Saint Agnes Healthcare, Baltimore, MD, USA.
Ciccarone Center for the Prevention of Cardiovascular Disease, Johns Hopkins School of Medicine, Baltimore, MD, USA.
Atherosclerosis. 2018 Jun;273:45-52. doi: 10.1016/j.atherosclerosis.2018.04.004. Epub 2018 Apr 6.
BACKGROUND AND AIMS: Left-sided valvular calcification is associated with cardiovascular disease (CVD) morbidity and mortality. Resting heart rate (RHR) may influence valvular calcium progression through shear stress. Whether RHR, an established CVD risk factor, is associated with valvular calcium progression is unknown. We assessed whether RHR predicts incidence and progression of mitral annular calcium (MAC) and aortic valve calcium (AVC) in a community-based cohort free of CVD at baseline. METHODS: RHR was obtained from baseline electrocardiograms of 5498 MESA participants. MAC and AVC were quantified using Agatston scoring from cardiac computed tomography scans obtained at baseline and at a second examination during follow-up. We examined associations of RHR with incident MAC/AVC and annual change in MAC/AVC scores, after adjusting for demographics, CVD risk factors, physical activity, and atrioventricular nodal blocker use. RESULTS: At baseline, participants had mean age of 62 ± 10 years and mean RHR of 63 ± 10 bpm; 12.3% and 8.9% had prevalent AVC and MAC, respectively. Over a median of 2.3 years, 4.1% and 4.5% developed incident AVC and MAC, respectively. Each 10 bpm higher RHR was significantly associated with incident MAC [Risk Ratio 1.17 (95% CI 1.03-1.34)], but not incident AVC. However, RHR was associated with AVC progression [β = 1.62 (0.45-2.80) Agatston units/year for every 10 bpm increment], but not MAC progression. CONCLUSIONS: Higher RHR was associated with MAC incidence and AVC progression, independent of traditional CVD risk factors. Future studies are needed to determine whether modification of RHR through lifestyle or pharmacologic interventions can reduce valvular calcium incidence or progression.

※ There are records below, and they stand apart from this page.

def crlb_columns_px(
    x_px,
    y_px,
    counts,
    *,
    shape: tuple[int, int],
    sigma_px: float,
    background,
    probe=((1.0, 1.0),),
    dark_columns: bool = False,
    group_radius_sigma: float = 5.5,
    max_group: int = 12,
    signal: np.ndarray | None = None,
) -> pd.DataFrame:
    """Cramer-Rao bound of every column's position from the exact pixel Fisher information of the whole image.

    The expected image ``mu`` holds all columns (pixel-integrated, Gaussian-mixture probe) on the background, so
    overlapping neighbours both add counts (noise) and compete for them (correlation). For each column the Fisher
    matrix of its touching group, x, y and counts N of the column and of its neighbours within
    ``group_radius_sigma`` core sigmas (at most ``max_group`` columns, nearest first), plus one constant background
    shared over the group's pixels, is built from ``I_ab = sum_p (d mu_p / d theta_a)(d mu_p / d theta_b) / mu_p``
    and inverted; the bound is the square root of the column's x and y diagonal entries.

    Parameters
    ----------
    x_px, y_px : array_like (N,)
        Column positions in the image (px; pixel (0, 0) centre at x = y = 0).
    counts : array_like (N,)
        Electrons per column (> 0).
    shape : (int, int)
        Image (rows, cols).
    sigma_px : float
        Core sigma, px.
    background : float or (H, W) array
        Expected background counts per px (the bright level for ``dark_columns``).
    probe : sequence of (weight, sigma multiple)
        Column profile, as :func:`stress_probe`.
    dark_columns : bool
        mu = background - signal.
    group_radius_sigma, max_group : float, int
        Neighbours entering a column's group. Pairs further apart than 5.5 core sigmas share a factor below
        exp(-5.5^2 / 4) ~ 5e-4 of their light; their correlation changes the bound by well under 1 %.
    signal : (H, W) array, optional
        The columns' noise-free signal if already rendered with :func:`column_signal` (saves a rendering).

    Returns
    -------
    DataFrame
        ``crlb_x_px, crlb_y_px`` (standard deviations), ``crlb_px`` (per-axis: ``sqrt((var_x + var_y) / 2)``),
        ``crlb_isolated_px`` (the same column's bound with the neighbours' parameters known, i.e. the plain
        per-column Fisher information on the crowded image), ``n_group`` (columns in the group).

    Notes
    -----
    Derivatives are evaluated on a patch of half-width ceil(4.5 sigma) + 1 px around each column (beyond it a
    Gaussian carries under 5e-4 of its position information); the broad tail components of a core-plus-tail probe
    contribute to ``mu`` everywhere but to the derivatives only inside that patch. Pixels with mu below 1e-6 are
    counted as 1e-6. Groups are not chained further (neighbours of neighbours enter only through ``mu``). For an
    isolated Gaussian the result is the pixel Fisher bound that Mortensen et al. (2010) eq. (5) approximates
    (``crlb_position_px(..., estimator='mle')``).

    References
    ----------
    K. I. Mortensen, L. S. Churchman, J. A. Spudich, H. Flyvbjerg, Nature Methods 7 (2010) 377-381.
    S. M. Kay, Fundamentals of Statistical Signal Processing: Estimation Theory (Prentice Hall 1993), ch. 3.

    Examples
    --------
    >>> b = crlb_columns_px([20.0], [20.0], [1000.0], shape=(41, 41), sigma_px=1.5, background=10.0)
    >>> round(float(b.crlb_px[0]), 4)  # Mortensen et al. (2010) eq. (5): 0.0677
    0.0677
    """
    from scipy.spatial import cKDTree

    from . import _fisher

    shape = _check_shape(shape)
    sigma_px = _positive("sigma_px", sigma_px)
    x = np.asarray(x_px, dtype=float).ravel()
    y = np.asarray(y_px, dtype=float).ravel()
    n_cnt = np.broadcast_to(np.asarray(counts, dtype=float), x.shape).ravel().copy()
    if x.shape != y.shape or not (np.all(np.isfinite(x)) and np.all(np.isfinite(y))):
        raise TenfoldInputError("crlb_columns_px: x_px and y_px must be finite arrays of one length")
    if np.any(n_cnt <= 0) or not np.all(np.isfinite(n_cnt)):
        raise TenfoldInputError("crlb_columns_px: counts must be positive and finite")
    n = len(x)
    cols = ["crlb_x_px", "crlb_y_px", "crlb_px", "crlb_isolated_px", "n_group"]
    if n == 0:
        return pd.DataFrame({c: np.zeros(0) for c in cols})
    probe = tuple((float(wt), float(m)) for wt, m in probe)
    if signal is None:
        signal = column_signal(x, y, n_cnt, shape=shape, sigma_px=sigma_px, probe=probe)
    bg = np.broadcast_to(np.asarray(background, dtype=float), shape)
    sign = -1.0 if dark_columns else 1.0
    mu = bg + sign * signal
    inv_mu = 1.0 / np.maximum(mu, _MU_FLOOR)

    half = int(math.ceil(4.5 * sigma_px)) + 1
    length = 2 * half + 1
    u0 = np.round(x).astype(np.int64) - half
    v0 = np.round(y).astype(np.int64) - half
    w = np.array([p[0] for p in probe])
    gx = np.empty((len(probe), n, length))
    dgx, gy, dgy = np.empty_like(gx), np.empty_like(gx), np.empty_like(gx)
    for k, (_, mult) in enumerate(probe):
        gx[k], dgx[k] = _patch_profiles(x, u0, length, mult * sigma_px)
        gy[k], dgy[k] = _patch_profiles(y, v0, length, mult * sigma_px)

    # groups: the column itself first, then its neighbours nearest first; missing slots point at n (padding)
    tree = cKDTree(np.c_[x, y])
    k_q = min(max_group, n)
    dist, grp = tree.query(np.c_[x, y], k=k_q, distance_upper_bound=group_radius_sigma * sigma_px)
    grp = np.asarray(grp).reshape(n, k_q)
    grp[~np.isfinite(np.asarray(dist).reshape(n, k_q))] = n
    # every pair inside some group needs its block; patches overlap only within 2 half-widths (Chebyshev)
    a_idx = np.repeat(grp[:, :, None], k_q, axis=2)
    b_idx = np.repeat(grp[:, None, :], k_q, axis=1)
    valid = (a_idx < n) & (b_idx < n)
    lo, hi = np.minimum(a_idx, b_idx), np.maximum(a_idx, b_idx)
    keys = np.unique((lo * (n + 1) + hi)[valid])
    pi, pj = keys // (n + 1), keys % (n + 1)
    near = (np.abs(u0[pi] - u0[pj]) < length) & (np.abs(v0[pi] - v0[pj]) < length)
    keys, pi, pj = keys[near], pi[near], pj[near]
    blocks = _fisher.pair_blocks(pi, pj, u0, v0, length, inv_mu, w, gx, dgx, gy, dgy, n_cnt, sign)
    bcoup = _fisher.background_coupling(u0, v0, length, inv_mu, w, gx, dgx, gy, dgy, n_cnt, sign)
    # I_bb over the bounding box of the group's patches (clipped to the image), from an integral image of 1 / mu
    sat = np.zeros((shape[0] + 1, shape[1] + 1))
    sat[1:, 1:] = inv_mu.cumsum(0).cumsum(1)
    gu0 = np.where(grp < n, u0[np.minimum(grp, n - 1)], np.iinfo(np.int64).max)
    gv0 = np.where(grp < n, v0[np.minimum(grp, n - 1)], np.iinfo(np.int64).max)
    bu0 = np.clip(gu0.min(axis=1), 0, shape[1])
    bv0 = np.clip(gv0.min(axis=1), 0, shape[0])
    bu1 = np.clip(np.where(grp < n, u0[np.minimum(grp, n - 1)], -1).max(axis=1) + length, 0, shape[1])
    bv1 = np.clip(np.where(grp < n, v0[np.minimum(grp, n - 1)], -1).max(axis=1) + length, 0, shape[0])
    ibb = sat[bv1, bu1] - sat[bv0, bu1] - sat[bv1, bu0] + sat[bv0, bu0]

    n_group = (grp < n).sum(axis=1).astype(np.int64)
    res = _fisher.group_bounds(grp, n_group, keys, blocks, bcoup, ibb, n + 1)
    out, iso = res[:, :2], res[:, 2]
    var = np.where(out > 0, out, np.nan)
    return pd.DataFrame({
        "crlb_x_px": np.sqrt(var[:, 0]), "crlb_y_px": np.sqrt(var[:, 1]),
        "crlb_px": np.sqrt(0.5 * (var[:, 0] + var[:, 1])), "crlb_isolated_px": np.sqrt(iso),
        "n_group": n_group,
    })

背景与目的:左心瓣膜钙化与心血管疾病(CVD)发病率和死亡率相关。静息心率(RHR)可能通过剪切力影响瓣膜钙的进展。RHR 是否与瓣膜钙进展相关,而 RHR 是已确立的 CVD 风险因素,目前尚不清楚。我们评估了 RHR 是否可预测基线时无 CVD 的社区队列中二尖瓣环钙(MAC)和主动脉瓣钙(AVC)的发生率和进展情况。 方法:从 5498 名 MESA 参与者的基线心电图中获取 RHR。使用基线和随访期间的第二次心脏计算机断层扫描(CT)检查中的 Agatston 评分来量化 MAC 和 AVC。我们调整了人口统计学、CVD 风险因素、体力活动和房室结阻滞剂的使用后,检查了 RHR 与 MAC/AVC 新发事件和 MAC/AVC 评分的年变化之间的关联。 结果:基线时,参与者的平均年龄为 62±10 岁,平均 RHR 为 63±10 bpm;分别有 12.3%和 8.9%的人存在先前的 AVC 和 MAC。在中位数为 2.3 年的随访期间,分别有 4.1%和 4.5%的人新发 AVC 和 MAC。RHR 每增加 10 bpm,MAC 新发事件的风险比为 1.17(95%CI 1.03-1.34),具有显著统计学意义,但与 AVC 新发事件无关。然而,RHR 与 AVC 进展相关(每增加 10 bpm,Agatston 单位增加 1.62(0.45-2.80)),但与 MAC 进展无关。 结论:较高的 RHR 与 MAC 发生率和 AVC 进展相关,独立于传统 CVD 风险因素。需要进一步的研究来确定通过生活方式或药物干预来降低 RHR 是否可以降低瓣膜钙的发生率或进展。